Data in this exercise section start
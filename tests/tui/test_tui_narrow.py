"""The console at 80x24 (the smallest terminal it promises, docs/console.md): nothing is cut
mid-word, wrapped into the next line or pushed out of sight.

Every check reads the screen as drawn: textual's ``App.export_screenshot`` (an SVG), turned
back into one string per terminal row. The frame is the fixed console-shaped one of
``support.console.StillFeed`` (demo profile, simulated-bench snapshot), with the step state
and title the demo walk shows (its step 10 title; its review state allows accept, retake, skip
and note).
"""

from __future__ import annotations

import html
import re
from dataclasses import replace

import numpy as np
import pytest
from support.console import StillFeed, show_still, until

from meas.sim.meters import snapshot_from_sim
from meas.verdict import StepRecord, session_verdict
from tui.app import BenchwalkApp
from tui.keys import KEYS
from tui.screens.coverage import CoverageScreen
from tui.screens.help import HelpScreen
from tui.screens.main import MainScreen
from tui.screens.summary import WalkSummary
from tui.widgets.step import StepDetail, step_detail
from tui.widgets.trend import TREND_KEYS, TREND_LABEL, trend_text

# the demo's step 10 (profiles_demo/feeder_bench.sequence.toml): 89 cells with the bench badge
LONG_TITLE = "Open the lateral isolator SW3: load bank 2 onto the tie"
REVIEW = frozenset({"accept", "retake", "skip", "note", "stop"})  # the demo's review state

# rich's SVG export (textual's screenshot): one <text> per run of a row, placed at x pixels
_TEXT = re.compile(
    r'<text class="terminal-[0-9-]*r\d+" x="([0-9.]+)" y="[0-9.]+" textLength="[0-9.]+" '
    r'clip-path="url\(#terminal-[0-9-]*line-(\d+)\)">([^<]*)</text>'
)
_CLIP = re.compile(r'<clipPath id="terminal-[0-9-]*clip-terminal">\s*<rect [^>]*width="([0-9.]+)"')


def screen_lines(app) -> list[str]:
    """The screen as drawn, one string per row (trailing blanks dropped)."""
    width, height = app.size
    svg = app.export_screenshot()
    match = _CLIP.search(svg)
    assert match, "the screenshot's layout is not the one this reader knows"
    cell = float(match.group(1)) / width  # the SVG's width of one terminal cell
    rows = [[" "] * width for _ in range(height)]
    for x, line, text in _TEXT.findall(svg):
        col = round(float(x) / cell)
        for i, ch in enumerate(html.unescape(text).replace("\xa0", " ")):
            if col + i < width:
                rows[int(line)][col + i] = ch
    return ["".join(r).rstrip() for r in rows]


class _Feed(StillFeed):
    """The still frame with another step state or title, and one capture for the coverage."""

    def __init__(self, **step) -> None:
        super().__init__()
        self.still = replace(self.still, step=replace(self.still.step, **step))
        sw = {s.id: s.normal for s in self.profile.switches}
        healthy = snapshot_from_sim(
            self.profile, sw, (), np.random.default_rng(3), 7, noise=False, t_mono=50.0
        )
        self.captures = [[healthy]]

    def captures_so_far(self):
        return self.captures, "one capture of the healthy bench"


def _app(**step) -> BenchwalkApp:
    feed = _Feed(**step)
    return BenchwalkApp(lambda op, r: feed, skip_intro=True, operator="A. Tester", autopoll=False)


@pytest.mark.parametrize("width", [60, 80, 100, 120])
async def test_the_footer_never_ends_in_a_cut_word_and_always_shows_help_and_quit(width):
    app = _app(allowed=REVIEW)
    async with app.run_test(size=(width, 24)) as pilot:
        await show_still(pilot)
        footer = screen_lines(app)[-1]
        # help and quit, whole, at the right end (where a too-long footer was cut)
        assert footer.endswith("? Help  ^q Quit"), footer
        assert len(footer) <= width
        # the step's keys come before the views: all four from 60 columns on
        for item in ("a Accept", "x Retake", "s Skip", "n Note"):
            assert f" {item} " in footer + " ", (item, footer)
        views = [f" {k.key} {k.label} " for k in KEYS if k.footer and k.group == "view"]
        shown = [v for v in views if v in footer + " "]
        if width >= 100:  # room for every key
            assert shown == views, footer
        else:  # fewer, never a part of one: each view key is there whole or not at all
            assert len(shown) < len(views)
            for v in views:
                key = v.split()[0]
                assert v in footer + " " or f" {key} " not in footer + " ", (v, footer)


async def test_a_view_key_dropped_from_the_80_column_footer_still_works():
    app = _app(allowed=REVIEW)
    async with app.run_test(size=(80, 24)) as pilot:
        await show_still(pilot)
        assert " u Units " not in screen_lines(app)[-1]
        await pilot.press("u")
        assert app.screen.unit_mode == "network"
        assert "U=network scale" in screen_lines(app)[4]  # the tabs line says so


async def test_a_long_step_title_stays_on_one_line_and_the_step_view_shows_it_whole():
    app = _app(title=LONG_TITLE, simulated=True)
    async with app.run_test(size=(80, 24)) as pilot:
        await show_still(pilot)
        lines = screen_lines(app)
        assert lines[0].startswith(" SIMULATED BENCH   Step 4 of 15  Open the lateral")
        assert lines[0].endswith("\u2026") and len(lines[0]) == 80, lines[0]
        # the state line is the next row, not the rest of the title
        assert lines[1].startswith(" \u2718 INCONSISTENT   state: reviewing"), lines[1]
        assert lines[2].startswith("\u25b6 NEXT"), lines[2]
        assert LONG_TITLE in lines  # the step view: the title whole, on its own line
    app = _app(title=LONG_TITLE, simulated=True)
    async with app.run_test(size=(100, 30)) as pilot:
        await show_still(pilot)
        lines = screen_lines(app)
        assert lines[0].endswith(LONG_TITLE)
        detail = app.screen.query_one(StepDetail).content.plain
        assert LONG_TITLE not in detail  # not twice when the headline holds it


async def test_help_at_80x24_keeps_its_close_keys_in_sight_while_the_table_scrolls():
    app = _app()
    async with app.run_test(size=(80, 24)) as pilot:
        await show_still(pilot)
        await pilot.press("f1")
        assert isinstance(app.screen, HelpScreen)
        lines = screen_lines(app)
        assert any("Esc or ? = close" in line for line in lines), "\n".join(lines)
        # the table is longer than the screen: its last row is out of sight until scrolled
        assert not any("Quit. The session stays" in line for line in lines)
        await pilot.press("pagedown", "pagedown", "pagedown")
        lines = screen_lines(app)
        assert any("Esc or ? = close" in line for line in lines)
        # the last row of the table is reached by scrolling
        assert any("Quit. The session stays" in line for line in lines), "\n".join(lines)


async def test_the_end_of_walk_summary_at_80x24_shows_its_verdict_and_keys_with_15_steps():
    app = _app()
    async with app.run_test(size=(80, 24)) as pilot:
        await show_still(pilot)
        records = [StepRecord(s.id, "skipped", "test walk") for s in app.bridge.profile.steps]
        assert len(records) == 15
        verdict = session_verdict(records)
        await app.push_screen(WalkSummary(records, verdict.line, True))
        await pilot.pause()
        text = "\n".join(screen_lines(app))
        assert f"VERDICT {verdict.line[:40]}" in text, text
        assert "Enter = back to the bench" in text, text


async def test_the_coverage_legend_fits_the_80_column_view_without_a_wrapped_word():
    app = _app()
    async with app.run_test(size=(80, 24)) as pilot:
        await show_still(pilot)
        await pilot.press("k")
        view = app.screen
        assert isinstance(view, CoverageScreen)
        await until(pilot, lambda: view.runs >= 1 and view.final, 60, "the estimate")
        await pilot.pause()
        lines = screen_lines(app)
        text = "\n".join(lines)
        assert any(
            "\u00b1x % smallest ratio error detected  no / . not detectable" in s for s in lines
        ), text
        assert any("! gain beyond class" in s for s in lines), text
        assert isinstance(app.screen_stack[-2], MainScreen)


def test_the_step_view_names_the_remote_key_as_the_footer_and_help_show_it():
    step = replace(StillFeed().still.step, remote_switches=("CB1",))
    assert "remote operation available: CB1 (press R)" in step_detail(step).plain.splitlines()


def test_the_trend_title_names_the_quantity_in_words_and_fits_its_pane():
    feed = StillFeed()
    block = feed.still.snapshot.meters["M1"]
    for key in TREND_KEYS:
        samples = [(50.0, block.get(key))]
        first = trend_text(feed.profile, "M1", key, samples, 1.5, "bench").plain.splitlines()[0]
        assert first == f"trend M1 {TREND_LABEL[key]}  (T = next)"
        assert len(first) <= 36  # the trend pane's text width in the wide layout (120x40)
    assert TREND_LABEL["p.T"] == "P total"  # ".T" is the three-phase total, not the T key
Data in this exercise section end
_What the task requires:_
How many lines of the preceding listing hold the string "healthy"? Answer with the number only.

_Written answer:_
3